2017.02.04// P. Rączka
Duże nadzieje żywiliśmy po tym jak Marcin Held przeszedł z organizacji Bellatora do UFC. Niestety w swoich dwóch pierwszych walkach doznał porażek i jego notowania znacznie spadły. Choć zwłaszcza w drugim pojedynku można uznać, że został skrzywdzony, to jednak wynik poszedł w świat. Polak przyznaje, że na każdą porażkę jaką doznał ma swoje usprawiedliwienie i zapowiada, że w kolejnym pojedynakach karta się odwróci.
- Oba pojedynki stoczyłem z bardzo dobrymi rywalami. I na obie porażki mam jakieś usprawiedliwienie. Z Lauzonem skrzywdzili mnie sędziowie. Wcześniej, z Diego Sanchezem, walczyłem w Meksyku, na bardzo dużej wysokości. Popełniłem błąd, dałem sobie za mało czasu na aklimatyzację. Przez to nie pokazałem pełni swoich możliwości, zwłaszcza w drugiej i trzeciej rundzie. Mam nadzieję, że w kolejnych walkach karta się odwróci. I pokażę, że moje miejsce jest w UFC. Do trzech razy sztuka - powiedział Held.

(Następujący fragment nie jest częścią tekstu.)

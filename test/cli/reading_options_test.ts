import { describe, it } from "node:test";
import { expect } from "expect";
import { ROOT, runCli } from "../_run_cli.ts";

const stone = `${ROOT}test/fixtures/colour/cr_corundum_1nm.csv`;

/** An invented α spectrum (cm⁻¹): two Gaussian bands in wavenumber on a small ramp, with noise. */
function alphaRows(scale: number): string[] {
  const rows: string[] = [];
  let seed = 7;
  const noise = () => ((seed = (seed * 16807) % 2147483647) / 2147483647 - 0.5) * 0.004;
  for (let nm = 360; nm <= 830; nm += 2) {
    const cm1 = 1e7 / nm;
    const alpha = 0.05 + 2.2 * Math.exp(-(((cm1 - 18000) / 1300) ** 2)) +
      1.4 * Math.exp(-(((cm1 - 24800) / 1500) ** 2)) + noise();
    rows.push(`${nm}\t${(alpha * scale).toFixed(6)}`);
  }
  return rows;
}

describe("--alpha-base", () => {
  it("decadic α read with --alpha-base 10 gives the colour of the same α in natural units", async () => {
    const dir = await Deno.makeTempDir();
    // the same absorption written both ways: α10 = αe / ln 10 (A = α10·d = αe·d / ln 10)
    await Deno.writeTextFile(
      `${dir}/natural.txt`,
      "# alpha (1/cm), natural log\nnm\talpha\n" + alphaRows(1).join("\n") + "\n",
    );
    await Deno.writeTextFile(
      `${dir}/decadic.txt`,
      "# alpha (1/cm), decadic\nnm\talpha\n" + alphaRows(1 / Math.LN10).join("\n") + "\n",
    );
    const run = async (file: string, ...extra: string[]) => {
      const r = await runCli(
        "color",
        file,
        "--ordinate",
        "alpha",
        "--path",
        "3",
        "--illuminant",
        "D65",
        "--json",
        ...extra,
      );
      expect(r.code).toBe(0);
      return JSON.parse(r.stdout)[0];
    };
    const natural = await run(`${dir}/natural.txt`);
    const decadicRead = await run(`${dir}/decadic.txt`, "--alpha-base", "10");
    const decadicMisread = await run(`${dir}/decadic.txt`);
    // identity up to the 6 decimals the files were written with
    expect(decadicRead.L).toBeCloseTo(natural.L, 3);
    expect(decadicRead.a).toBeCloseTo(natural.a, 3);
    expect(decadicRead.b).toBeCloseTo(natural.b, 3);
    // read as natural, the decadic file is 2.3× too weak an absorber: visibly lighter
    expect(decadicMisread.L - natural.L).toBeGreaterThan(5);
  });

  it("an unknown base is a usage error", async () => {
    const r = await runCli("color", stone, "--alpha-base", "2");
    expect(r.code).toBe(1);
    expect(r.stderr).toMatch(/--alpha-base "2"/);
  });
});

describe("--reflection none when rescaling a slab", () => {
  it("says once that surface losses are scaled with the path, with the Fresnel factor", async () => {
    const r = await runCli(
      "color",
      stone,
      stone,
      "--thickness",
      "2",
      "--path",
      "6",
      "--reflection",
      "none",
      "--host",
      "corundum",
    );
    expect(r.code).toBe(0);
    const notes = r.stderr.split("\n").filter((l) => l.includes("surface losses"));
    expect(notes.length).toBe(1);
    // sapphire n_o ≈ 1.768 at 589 nm (Malitson 1962, from memory): R = ((n−1)/(n+1))² ≈ 0.0770,
    // (1−R)² ≈ 0.852, raised to 6/2 − 1 = 2 → ≈ 0.726 (Fresnel, normal incidence)
    const pair = Number(/\(1−R\)² = ([\d.]+)/.exec(notes[0]!)![1]);
    const off = Number(/×([\d.]+)/.exec(notes[0]!)![1]);
    expect(pair).toBeCloseTo(0.852, 2);
    expect(off).toBeCloseTo(pair ** 2, 3);
  });

  it("is quiet with host reflections (the default once a host is named) and at the measured path", async () => {
    const host = await runCli(
      "color",
      stone,
      "--thickness",
      "2",
      "--path",
      "6",
      "--host",
      "corundum",
    );
    expect(host.stderr).not.toMatch(/surface losses/);
    const same = await runCli("color", stone, "--thickness", "2", "--path", "2");
    expect(same.stderr).not.toMatch(/surface losses/);
    const plain = await runCli("color", stone, "--thickness", "2", "--path", "6");
    expect(plain.stderr).toMatch(/surface losses.*e\.g\. corundum/);
  });
});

- Na razie chciałbym chwilę odpocząć. Dwie ostatnie walki stoczyłem w odstępie 10 tygodni. Nie miałem okresu roztrenowania. Teraz chcę zrobić sobie trochę przerwy od ciężkich przygotowań. Co nie znaczy, że będę siedział na kanapie przed telewizorem. Planuję luźniejsze treningi, np. brazylijskiego jiu-jitsu w kimonach. A za trzy, cztery miesiące chciałbym dostać kolejną walkę. Taki scenariusz byłby idealny - dodał.